Bij een gelijkstroommotor heeft het aantal windingen in de statorwinding (ook bekend als armatuurwinding) direct invloed op de geïnduceerde elektromotivische kracht die deze genereert. De effectieve waarde van de geïnduceerde elektromotivische kracht per fase van de statorwinding E1 kan worden berekend met de volgende formule:
E1 = 4,44 K1 f1 N1 Φ
Waarbij:
E1 is de effectieve waarde van de geïnduceerde elektromotivische kracht per fase van de statorwinding.
K1 is de windingcoëfficiënt van de statorwinding, die afhankelijk is van de structuur van de winding.
f1 is de frequentie van de geïnduceerde elektromotivische kracht in de statorwinding, die gelijk is aan de frequentie van de voeding.
N1 is het aantal opeenvolgende windingen voor elke fasering van de stator.
Φ is de poolpaar magnetische flux van het roterende magnetisch veld, d.w.z. de maximale waarde (in weber) van de wisselende magnetische flux die door de statorwindingen loopt.
Op basis van de bovenstaande formule kunnen we concluderen dat om de spanning van een gewonden gelijkstromemotor te bepalen, we de volgende parameters moeten kennen:
Aantal windingen van de stator N1
Windingfactor K1
Frequentie van de voedingf1
Magnetische flux (Φ)
Zodra deze parameters bekend zijn, kan de geïnduceerde elektromotivische kracht E1 worden berekend met de bovenstaande formule, waarmee vervolgens de spanning van de motor wordt bepaald.
Bij praktische toepassingen moet bij het bepalen van de spanning voor een gewonden rotor-gelijkstromemotor ook rekening worden gehouden met andere factoren zoals de ontwerpeisen van de motor, belastingskenmerken en de algehele systeemprestaties. Daarnaast is het nodig om ervoor te zorgen dat de berekende spanning binnen het veilige werkbereik van de motor valt.

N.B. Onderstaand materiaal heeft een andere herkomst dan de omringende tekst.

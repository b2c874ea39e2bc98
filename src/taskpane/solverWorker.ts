/**
 * The solver Web Worker: a thin shell around `createEngineHost` (all logic is in
 * `workerProtocol.ts`, tested in Node). Started by `SolverClient` with
 * `new Worker(new URL("./solverWorker.ts", import.meta.url))`.
 */
import { createEngineHost } from "./workerProtocol.js";

const scope = self as unknown as {
  postMessage(message: unknown): void;
  onmessage: ((event: { data: unknown }) => void) | null;
};

/** Chromium's non-standard `performance.memory`, where a browser offers it in a worker. */
const memory = (performance as Performance & { memory?: { usedJSHeapSize?: number } }).memory;

const host = createEngineHost({
  post: (message) => scope.postMessage(message),
  // Milliseconds since the epoch: the same scale in every worker and the page, so several chains
  // can share one start (`SolveOptions.startedAt`) and a seconds budget ends at one moment.
  now: () => performance.timeOrigin + performance.now(),
  heapUsedBytes: () => memory?.usedJSHeapSize,
  // A macrotask, not a microtask: the stop message must get its turn between slices.
  defer: (callback) => setTimeout(callback, 0),
});

scope.onmessage = (event) => host.handle(event.data);
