/**
 * An equirectangular projection fitted to a box: x = lon * cos(meanLat), y = lat, scaled
 * uniformly so every point fits inside `width x height` pixels with `paddingPx` to spare.
 * Over a delivery area (tens of km) the distortion is negligible (common practice for local maps).
 */
import type { LatLon } from "../core/index.js";

/** A fitted projection. */
export interface FittedProjection {
  /** Pixel position of a point (y grows downwards, as on a canvas). */
  project(p: LatLon): { x: number; y: number };
  /** Pixels per km along the mean latitude, for a scale bar. */
  readonly pxPerKm: number;
}

/** Degrees of latitude per km on the mean Earth sphere (R = 6371.0088 km). */
const DEG_PER_KM = 180 / (Math.PI * 6371.0088);

/**
 * Fit an equirectangular projection around the mean latitude of `points`.
 *
 * @param points - the points to show (at least one), decimal degrees
 * @param width - box width in px (> 0)
 * @param height - box height in px (> 0)
 * @param paddingPx - margin kept free on every side (default 16)
 * @returns the projection
 * @throws RangeError when there are no points or the box is empty
 * @example fitEquirectangular([{lat: 0, lon: 0}, {lat: 0, lon: 1}], 100, 100, 0).project({lat: 0, lon: 1}) // => { x: 100, y: 50 }
 */
export function fitEquirectangular(points: readonly LatLon[], width: number, height: number, paddingPx = 16): FittedProjection {
  if (points.length === 0) throw new RangeError("points must not be empty");
  if (!(width > 0 && height > 0)) throw new RangeError(`width and height must be > 0, got ${width} x ${height}`);
  const meanLat = points.reduce((s, p) => s + p.lat, 0) / points.length;
  const k = Math.cos((meanLat * Math.PI) / 180);
  let minX = Infinity,
    maxX = -Infinity,
    minY = Infinity,
    maxY = -Infinity;
  for (const p of points) {
    const x = p.lon * k;
    minX = Math.min(minX, x);
    maxX = Math.max(maxX, x);
    minY = Math.min(minY, p.lat);
    maxY = Math.max(maxY, p.lat);
  }
  const innerW = Math.max(1, width - 2 * paddingPx);
  const innerH = Math.max(1, height - 2 * paddingPx);
  // A single point (or a line) still gets a finite scale: about 1 km across.
  const spanX = Math.max(maxX - minX, 1e-9);
  const spanY = Math.max(maxY - minY, 1e-9);
  const scale = Math.min(innerW / spanX, innerH / spanY, innerW / DEG_PER_KM);
  const offX = (width - (maxX - minX) * scale) / 2;
  const offY = (height - (maxY - minY) * scale) / 2;
  return {
    project: (p) => ({ x: offX + (p.lon * k - minX) * scale, y: offY + (maxY - p.lat) * scale }),
    pxPerKm: scale * DEG_PER_KM,
  };
}
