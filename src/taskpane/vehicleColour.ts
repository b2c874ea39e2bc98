/** Kiln's route palette: ten hues that stay apart on a light map and in a legend. */
const PALETTE = ["#c2410c", "#1d4ed8", "#15803d", "#7e22ce", "#be185d", "#0e7490", "#854d0e", "#4d7c0f", "#4338ca", "#475569"] as const;

/**
 * The colour of the route of vehicle number `index`; hues repeat after ten, darker on each lap.
 *
 * @param index - 0-based vehicle index (>= 0)
 * @returns a CSS colour
 * @throws RangeError on a negative or non-integer index
 * @example vehicleColour(0) // => "#c2410c"
 */
export function vehicleColour(index: number): string {
  if (!(Number.isInteger(index) && index >= 0)) throw new RangeError(`index must be a non-negative integer, got ${index}`);
  const base = PALETTE[index % PALETTE.length]!;
  const lap = Math.floor(index / PALETTE.length);
  return lap === 0 ? base : `color-mix(in srgb, ${base} ${Math.max(40, 100 - lap * 25)}%, black)`;
}
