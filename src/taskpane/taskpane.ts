/**
 * Entry of the task pane page: decide between Excel and the standalone page, then start the
 * matching pane. A failure to start shows in the page itself.
 */
import { describeError } from "./guardHandler.js";
import { whenOfficeReady } from "./whenOfficeReady.js";

async function boot(): Promise<void> {
  const mode = await whenOfficeReady();
  if (mode === "excel") {
    const { ExcelPaneController } = await import("./ExcelPaneController.js");
    new ExcelPaneController().init();
  } else {
    const { FilePaneController } = await import("./FilePaneController.js");
    new FilePaneController().init();
  }
  document.body.dataset.ready = "true";
}

boot().catch((err: unknown) => {
  console.error("Kiln pane failed to start", err);
  const box = document.getElementById("pane-error");
  const text = document.getElementById("pane-error-text");
  if (box && text) {
    text.textContent = `The pane could not start: ${describeError(err)}. Reload the pane; if it persists, report this message.`;
    box.hidden = false;
  }
});
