/**
 * The route map in words, for screen readers and anyone who cannot see the colours: one entry
 * per used vehicle with its depot, its stops in order with arrival times, and the return; then
 * the stops left unassigned. The same words feed the map's hover text, so both say the same.
 */
import type { Plan, Problem, Visit } from "../core/index.js";
import { formatClock } from "../sheets/formatClock.js";

/** One route in words. */
export interface RouteDescription {
  readonly vehicle: string;
  /** "Van A, blue line: leaves Depot North 07:00, 12 stops, 34.5 km, back 11:40". */
  readonly summary: string;
  /** One line per stop in order (the caller numbers them, e.g. in an ordered list): "Shop 3, arrives 08:12". */
  readonly stops: readonly string[];
}

/**
 * Describe every used route of `plan`.
 *
 * @param problem - the solved problem
 * @param plan - its plan
 * @param colourNames - the line's colour name and pattern per route index (as on the map)
 * @returns the routes in plan order, and the unassigned stops as lines
 * @example describeRoutes(problem, plan, ["blue"]).routes[0].stops[0] // => "Shop 3, arrives 08:12"
 */
export function describeRoutes(
  problem: Problem,
  plan: Plan,
  colourNames: readonly string[],
): { routes: RouteDescription[]; unassigned: string[] } {
  const routes: RouteDescription[] = [];
  plan.routes.forEach((route, r) => {
    const vehicle = problem.vehicles[route.vehicle];
    if (!vehicle || route.visits.length === 0) return;
    const start = depotName(problem, vehicle.startLocation);
    const end = depotName(problem, vehicle.endLocation);
    const n = route.visits.length;
    const back = end === start ? `back ${formatClock(route.returnMin)}` : `ends at ${end} ${formatClock(route.returnMin)}`;
    routes.push({
      vehicle: vehicle.id,
      summary: `${vehicle.id}, ${colourNames[r] ?? "line"}: leaves ${start} ${formatClock(route.departureMin)}, ${n} stop${n === 1 ? "" : "s"}, ${round1(route.distanceKm)} km, ${back}`,
      stops: route.visits.map((v) => `${stopName(problem, v.stop)}, arrives ${formatClock(v.arrivalMin)}`),
    });
  });
  const unassigned = plan.unassigned.map((u) => `${stopName(problem, u.stop)}: not served, ${u.reason}`);
  return { routes, unassigned };
}

/**
 * The hover text of one served stop, as short lines that wrap inside a narrow pane.
 *
 * @param problem - the solved problem
 * @param vehicleId - the serving vehicle
 * @param visit - the visit
 * @param seq - 1-based position in the route
 * @param count - stops in the route
 * @returns lines joined by "\n"
 * @example stopHoverText(problem, "Van A", visit, 3, 12) // => "Shop 3\nVan A · stop 3 of 12\narrives 08:12 · window 08:00–12:00\nload after 120 kg"
 */
export function stopHoverText(problem: Problem, vehicleId: string, visit: Visit, seq: number, count: number): string {
  const stop = problem.stops[visit.stop];
  const window = stop?.windows.find((w) => w.latestMin >= visit.startMin) ?? stop?.windows[0];
  const windowText =
    window && Number.isFinite(window.latestMin) ? ` · window ${formatClock(window.earliestMin)}–${formatClock(window.latestMin)}` : "";
  const load = visit.loadAfter.map((l, d) => `${round1(l)} ${problem.loadDimensions[d] ?? ""}`.trim()).join(", ");
  const late = visit.lateMin > 0 ? `\n${Math.round(visit.lateMin)} min late` : "";
  return `${stopName(problem, visit.stop)}\n${vehicleId} · stop ${seq} of ${count}\narrives ${formatClock(visit.arrivalMin)}${windowText}${late}\nload after ${load}`;
}

/**
 * A depot's name as the map labels it.
 *
 * @param problem - the problem
 * @param location - index into `problem.locations`
 * @returns the location's name, or "Depot" when it has none
 * @example depotName(problem, 0) // => "Depot North"
 */
export function depotName(problem: Problem, location: number): string {
  return problem.locations[location]?.name?.trim() || "Depot";
}

function stopName(problem: Problem, index: number): string {
  const stop = problem.stops[index];
  return stop ? stop.name || stop.id : `stop ${index + 1}`;
}

function round1(x: number): number {
  return Math.round(x * 10) / 10;
}
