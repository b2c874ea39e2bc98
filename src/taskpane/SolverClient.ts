/**
 * The pane's side of the solver worker: starts runs, forwards stop and the shared plans of a
 * pool's rounds, and turns sample requests into promises. Only plain data crosses (the
 * Problem's typed arrays are structured-cloned).
 */
import type { Issue, Plan, Problem, Progress, ShareMark, SolveResult } from "../core/index.js";
import type { FromWorker, ToWorker, WorkerSolveOptions } from "./workerProtocol.js";

/** Figures of one run besides the solver's own. */
export interface RunFigures {
  /** Largest JS heap the worker reported (bytes); undefined when the browser reports none in a worker. */
  readonly peakHeapBytes?: number | undefined;
}

/** Callbacks of one run. */
export interface RunHandlers {
  onProgress(progress: Progress): void;
  /** The run reached a mark (a run started with marks) with this best plan; answer with `share`. */
  onMark?(plan: Plan): void;
  onResult(result: SolveResult, stopped: boolean, figures?: RunFigures): void;
  onError(message: string, issues: readonly Issue[]): void;
}

/** A failure reported by the worker, with the problem defects it found. */
export class WorkerError extends Error {
  constructor(
    message: string,
    readonly issues: readonly Issue[],
  ) {
    super(message);
    this.name = "WorkerError";
  }
}

/** What a pool of chains needs from one worker's client (`SolverClient`, or a stand-in in tests). */
export interface ChainClient {
  readonly running: boolean;
  start(problem: Problem, options: WorkerSolveOptions, handlers: RunHandlers, marks?: readonly ShareMark[]): number;
  /** The plan of the round the run waits for at its mark (none: go on as it was). */
  share(plan: Plan | undefined): void;
  stop(): void;
}

/**
 * What the client needs of a worker: a Web Worker, or in tests an in-process stand-in that
 * passes messages to the same engine host (`createEngineHost`).
 */
export interface WorkerPort {
  postMessage(message: ToWorker): void;
  onmessage: ((event: { data: FromWorker }) => void) | null;
  onerror: ((event: { message?: string }) => void) | null;
}

/** Talks to one solver worker. */
export class SolverClient implements ChainClient {
  private readonly worker: WorkerPort;
  private nextId = 1;
  private run: { runId: number; handlers: RunHandlers } | undefined;
  private readonly requests = new Map<number, { resolve: (m: FromWorker) => void; reject: (e: Error) => void }>();

  /**
   * @param port - the worker to talk to; by default a new solver Web Worker (webpack finds the
   *   worker script by the literal `new Worker(new URL(...))` below, so it stays in that form)
   */
  constructor(port?: WorkerPort) {
    this.worker = port ?? (new Worker(new URL("./solverWorker.ts", import.meta.url)) as unknown as WorkerPort);
    this.worker.onmessage = (e) => this.receive(e.data);
    this.worker.onerror = (e) => {
      const message = `The solver worker failed: ${e.message || "unknown error"}`;
      this.run?.handlers.onError(message, []);
      this.run = undefined;
      for (const r of this.requests.values()) r.reject(new Error(message));
      this.requests.clear();
    };
  }

  /** True while a run goes. */
  get running(): boolean {
    return this.run !== undefined;
  }

  /**
   * Start a run (a run already going is stopped first; its result still arrives).
   *
   * @param problem - the problem to solve
   * @param options - serialisable solve options (seed, budget, rule, cooling, p0, pEnd)
   * @param handlers - progress, result and error callbacks
   * @returns the run id
   */
  start(problem: Problem, options: WorkerSolveOptions, handlers: RunHandlers, marks?: readonly ShareMark[]): number {
    const runId = this.nextId++;
    this.run = { runId, handlers };
    this.post({ type: "start", runId, problem, options, ...(marks && marks.length > 0 ? { marks } : {}) });
    return runId;
  }

  /** Send the round's plan to the run waiting at its mark. */
  share(plan: Plan | undefined): void {
    if (this.run) this.post({ type: "share", runId: this.run.runId, plan });
  }

  /** Ask the running run to stop after its current slice; the best plan so far comes back as its result. */
  stop(): void {
    if (this.run) this.post({ type: "stop", runId: this.run.runId });
  }

  /**
   * Sample the mean uphill cost change of random moves from the first plan (for calibration and the preview).
   *
   * @param problem - the problem
   * @param seed - seed of the sampling
   * @returns the mean uphill change (cost units), the number of samples and the moves per second
   *   measured on this problem
   * @throws WorkerError (as a rejected promise) when the problem has defects
   */
  sample(
    problem: Problem,
    seed: number | string,
  ): Promise<{ meanUphill: number; samples: number; uphill: readonly number[]; movesPerSecond?: number }> {
    const requestId = this.nextId++;
    return new Promise<FromWorker>((resolve, reject) => {
      this.requests.set(requestId, { resolve, reject });
      this.post({ type: "sample", requestId, problem, seed });
    }).then((m) => {
      if (m.type === "sampled") {
        const { meanUphill, samples, uphill, movesPerSecond } = m;
        return movesPerSecond === undefined ? { meanUphill, samples, uphill } : { meanUphill, samples, uphill, movesPerSecond };
      }
      if (m.type === "error") throw new WorkerError(m.message, m.issues);
      throw new Error(`Unexpected reply ${m.type} to a sample request`);
    });
  }

  private post(message: ToWorker): void {
    this.worker.postMessage(message);
  }

  private receive(m: FromWorker): void {
    if (m.type === "sampled" || (m.type === "error" && m.requestId !== undefined)) {
      const id = m.requestId;
      const pending = id !== undefined ? this.requests.get(id) : undefined;
      if (pending && id !== undefined) {
        this.requests.delete(id);
        pending.resolve(m);
      }
      return;
    }
    const run = this.run;
    if (!run || !("runId" in m) || m.runId !== run.runId) return;
    if (m.type === "progress") run.handlers.onProgress(m.progress);
    else if (m.type === "mark") run.handlers.onMark?.(m.plan);
    else if (m.type === "result") {
      this.run = undefined;
      run.handlers.onResult(m.result, m.stopped, { peakHeapBytes: m.peakHeapBytes });
    } else if (m.type === "error") {
      this.run = undefined;
      run.handlers.onError(m.message, m.issues);
    }
  }
}
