/**
 * The pane inside Excel: tables come from the user's selection (or the whole Excel table it lies
 * in), error addresses select their cell, plans are written through `ExcelWorkbook`.
 */
import { ExcelWorkbook } from "../workbook/excel/ExcelWorkbook.js";
import { fillGeographyCoordinates } from "../sheets/fillGeographyCoordinates.js";
import { PaneController } from "./PaneController.js";

/** The Excel task pane. */
export class ExcelPaneController extends PaneController {
  constructor() {
    // The notice callback needs `this`, which exists only after super(): route it through a holder.
    const notices: { show?: (m: string) => void } = {};
    const book = new ExcelWorkbook({ onNotice: (m) => notices.show?.(m) });
    super({
      mode: "excel",
      port: book,
      selectCell: (sheet, cell) => book.selectCell(sheet, cell),
      activeSheetName: () => book.activeSheetName(),
      pickSelection: async (table) => {
        const selection = await book.readSelection();
        if (table === "fleet" || !book.capabilities().geography) return { read: selection.read, address: selection.address };
        // Stops typed as Geography cells carry their coordinates in valuesAsJson (ExcelApi 1.16).
        const geo = await book.readGeography(selection.address);
        if (!geo.available) return { read: selection.read, address: selection.address };
        const places = geo.cells.map((row) => row.map((c) => (c.kind === "place" ? c.at : undefined)));
        // The filled copy shows Latitude/Longitude among the recognised columns; the sheet is untouched.
        return { read: fillGeographyCoordinates(selection.read, places).read, address: selection.address };
      },
    });
    notices.show = (m) => this.showError(m);
  }

  override init(): void {
    super.init();
    void this.suggestScenarioName().catch((err: unknown) => console.error("Could not list the sheets", err));
  }
}
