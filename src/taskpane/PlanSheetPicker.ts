/**
 * The pane's "Start from plan sheet" control (the CLI's `--from-plan SHEET` and `--lock`): a
 * select listing the workbook's sheets that read as a Kiln plan (`looksLikePlanSheet`, the test
 * `--from-plan` makes), one checkbox per vehicle of the chosen plan to lock its route, and the
 * plan's problems (sheet and cell, what, how to fix) beside it, as the distance matrix picker does.
 */
import type { Issue } from "../core/index.js";
import type { SheetRead } from "../sheets/grid.js";
import { looksLikePlanSheet, readPlanRoutes } from "../sheets/readPlanRoutes.js";
import type { WorkbookPort } from "../workbook/WorkbookPort.js";
import { LOCKED_ROUTES_SOURCE, sourceOf } from "../workbook/scenario.js";
import type { createGuard } from "./guardHandler.js";
import type { PaneDom } from "./paneDom.js";
import { renderTableSummary } from "./renderTableSummary.js";

/** The select's first option: plan from scratch. */
export const NO_PLAN_TEXT = "none";

/** What a run starts from: the plan sheet as read and the routes ticked to keep. */
export interface StartFromPlan {
  readonly read: SheetRead;
  readonly lock: readonly string[];
  readonly lockSource: string;
}

/** The plan sheet picker of one pane. */
export class PlanSheetPicker {
  private chosen: SheetRead | undefined;
  /** Vehicles the Fleet's Lock column locks: shown ticked and fixed. */
  private fleetLocked: readonly string[] = [];

  /**
   * @param dom - the pane's elements (`fromPlanSheet`, `lockedRoutes`, `lockedRoutesList`, `fromPlanSummary`, `fromPlanIssues`)
   * @param port - the current workbook
   * @param changed - called after the choice or a lock changed (the pane reads the tables again)
   */
  constructor(
    private readonly dom: PaneDom,
    private readonly port: () => WorkbookPort,
    private readonly changed: () => Promise<void>,
  ) {}

  /**
   * Wire the select and the lock checkboxes.
   *
   * @param guard - the pane's handler guard
   * @example picker.wire(this.guard)
   */
  wire(guard: ReturnType<typeof createGuard>): void {
    this.dom.fromPlanSheet.addEventListener(
      "change",
      guard("Choose the plan sheet to start from", () => this.choose(this.dom.fromPlanSheet.value, [])),
    );
    this.dom.lockedRoutesList.addEventListener(
      "change",
      guard("Lock a route", () => this.changed()),
    );
  }

  /** The chosen plan sheet and the ticked routes, or undefined for a plan from scratch. */
  get start(): StartFromPlan | undefined {
    if (!this.chosen) return undefined;
    const lock = this.boxes()
      .filter((b) => b.checked && !b.disabled)
      .map((b) => b.value);
    return { read: this.chosen, lock, lockSource: LOCKED_ROUTES_SOURCE };
  }

  /** The chosen plan sheet's name, as the new plan's settings block records it. */
  get sheetName(): string | undefined {
    return this.chosen?.sheet;
  }

  /**
   * List the workbook's plan sheets, keeping the current choice (read again, so edits count) and
   * its ticks when its sheet is still one.
   *
   * @param skip - sheet names never offered (the picked stops and fleet sheets, the Settings sheet)
   * @example await picker.refreshList(["Stops", "Fleet"])
   */
  async refreshList(skip: readonly string[]): Promise<void> {
    const port = this.port();
    const left = new Set(skip.map((n) => n.toLowerCase()));
    const offered: string[] = [];
    for (const name of await port.listSheets()) {
      if (left.has(name.toLowerCase())) continue;
      const read = await port.readSheet(name);
      if (read && looksLikePlanSheet(read)) offered.push(name);
    }
    const select = this.dom.fromPlanSheet;
    const keep = select.value;
    const ticked = this.start?.lock ?? [];
    select.replaceChildren(new Option(NO_PLAN_TEXT, ""), ...offered.map((n) => new Option(n, n)));
    select.value = offered.includes(keep) ? keep : "";
    await this.load(select.value, ticked);
  }

  /**
   * Choose a plan sheet and ticks again (Rerun of a re-planned run).
   *
   * @param sheet - the plan sheet the run started from
   * @param lock - the vehicles it locked
   * @returns a note when the sheet is no longer offered (renamed, deleted, not a plan any more)
   * @example await picker.restore("Plan 1", ["Van 2"])
   */
  async restore(sheet: string | undefined, lock: readonly string[]): Promise<string | undefined> {
    const select = this.dom.fromPlanSheet;
    if (sheet === undefined) {
      select.value = "";
      await this.load("", []);
      return undefined;
    }
    const offered = [...select.options].map((o) => o.value);
    if (!offered.includes(sheet)) {
      select.value = "";
      await this.load("", []);
      return `The plan sheet it started from, "${sheet}", is not among this workbook's plan sheets any more; choose one under Start from plan sheet.`;
    }
    select.value = sheet;
    await this.load(sheet, lock);
    return undefined;
  }

  /**
   * Forget the choice and the list (another workbook was opened, or listing failed).
   *
   * @param note - shown beside the picker, such as why no sheet is offered
   */
  reset(note?: string): void {
    this.chosen = undefined;
    this.dom.fromPlanSheet.replaceChildren(new Option(NO_PLAN_TEXT, ""));
    this.renderLocks([]);
    this.show([]);
    if (note) {
      this.dom.fromPlanSummary.textContent = note;
      this.dom.fromPlanSummary.hidden = false;
    }
  }

  /**
   * The vehicles the Fleet's Lock column locks (after each read): their boxes show ticked and fixed.
   *
   * @param vehicles - vehicle ids
   */
  setFleetLocked(vehicles: readonly string[]): void {
    this.fleetLocked = vehicles;
    for (const box of this.boxes()) {
      const fixed = vehicles.includes(box.value);
      if (fixed) box.checked = true;
      else if (box.disabled) box.checked = false;
      box.disabled = fixed;
      box.parentElement?.classList.toggle("fleet-locked", fixed);
      box.title = fixed ? "Locked by the Fleet's Lock column" : "";
    }
  }

  /**
   * Show the issues that name the chosen plan sheet or the ticked routes beside the picker.
   *
   * @param issues - every issue of the last read
   * @param onCell - called with (sheet, cell) when an address is clicked (Excel)
   * @returns the issues that are not the plan's, for the tables' lists
   * @example const rest = picker.show(read.issues)
   */
  show<T extends Issue>(issues: readonly T[], onCell?: (sheet: string, cell: string) => void): T[] {
    const d = this.dom;
    const p = this.chosen;
    const mine = p ? issues.filter((i) => i.sheet === p.sheet || i.sheet === LOCKED_ROUTES_SOURCE) : [];
    d.fromPlanSummary.hidden = !p;
    if (!p) {
      d.fromPlanSummary.replaceChildren();
      d.fromPlanIssues.replaceChildren();
    } else {
      const table = readPlanRoutes(p);
      const routes = "routes" in table ? table.routes : [];
      const stops = routes.reduce((n, r) => n + r.stops.length, 0);
      renderTableSummary(d.fromPlanSummary, d.fromPlanIssues, { address: sourceOf(p), rows: stops }, [], mine, onCell);
      const head = document.createElement("div");
      const address = document.createElement("strong");
      address.textContent = sourceOf(p);
      head.append(address, ` · ${routes.length} route${routes.length === 1 ? "" : "s"}, ${stops} stop${stops === 1 ? "" : "s"}`);
      d.fromPlanSummary.replaceChildren(head);
    }
    return issues.filter((i) => !mine.includes(i));
  }

  private async choose(name: string, lock: readonly string[]): Promise<void> {
    await this.load(name, lock);
    await this.changed();
  }

  /** Read the sheet `name` ("" for none) and list its vehicles, ticking `lock`. */
  private async load(name: string, lock: readonly string[]): Promise<void> {
    this.chosen = name ? await this.port().readSheet(name) : undefined;
    if (name && !this.chosen) this.dom.fromPlanSheet.value = "";
    const table = this.chosen ? readPlanRoutes(this.chosen) : undefined;
    const vehicles = table && "routes" in table ? table.routes.map((r) => r.vehicle) : [];
    this.renderLocks(vehicles, lock);
    if (!this.chosen) this.show([]);
  }

  /** One checkbox per vehicle of the chosen plan. */
  private renderLocks(vehicles: readonly string[], ticked: readonly string[] = []): void {
    const list = this.dom.lockedRoutesList;
    list.replaceChildren(
      ...vehicles.map((v) => {
        const label = document.createElement("label");
        const box = document.createElement("input");
        box.type = "checkbox";
        box.name = "locked-route";
        box.value = v;
        box.checked = ticked.includes(v);
        label.append(box, ` ${v}`);
        return label;
      }),
    );
    this.dom.lockedRoutes.hidden = vehicles.length === 0;
    this.setFleetLocked(this.fleetLocked);
  }

  private boxes(): HTMLInputElement[] {
    return [...this.dom.lockedRoutesList.querySelectorAll<HTMLInputElement>("input[type=checkbox]")];
  }
}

Stel dat we een gelijkstromemotor hebben met een statorwinding van 38 windingen, windingcoëfficiëntK1 van 0,9, voedingfrequentie f1 van 50 Hz en flux Φ van 0,001 Weber. Dan kunnen we de geïnduceerde elektromotivische kracht E1 als volgt berekenen:
E1 = 4,44 × 0,9 × 50 × 38 × 0,001 = 7,22 V
Dus is de spanning van deze motor ongeveer 7,22 V.
Met behulp van de bovenstaande formule en stappen is het mogelijk om de spanning van een schakelwond gelijkstromemotor te bepalen op basis van het aantal windingen in de statorwinding en andere relevante parameters. Echter, bij praktische toepassingen is het ook nodig om rekening te houden met andere factoren om de normale werking en veiligheid van de motor te waarborgen.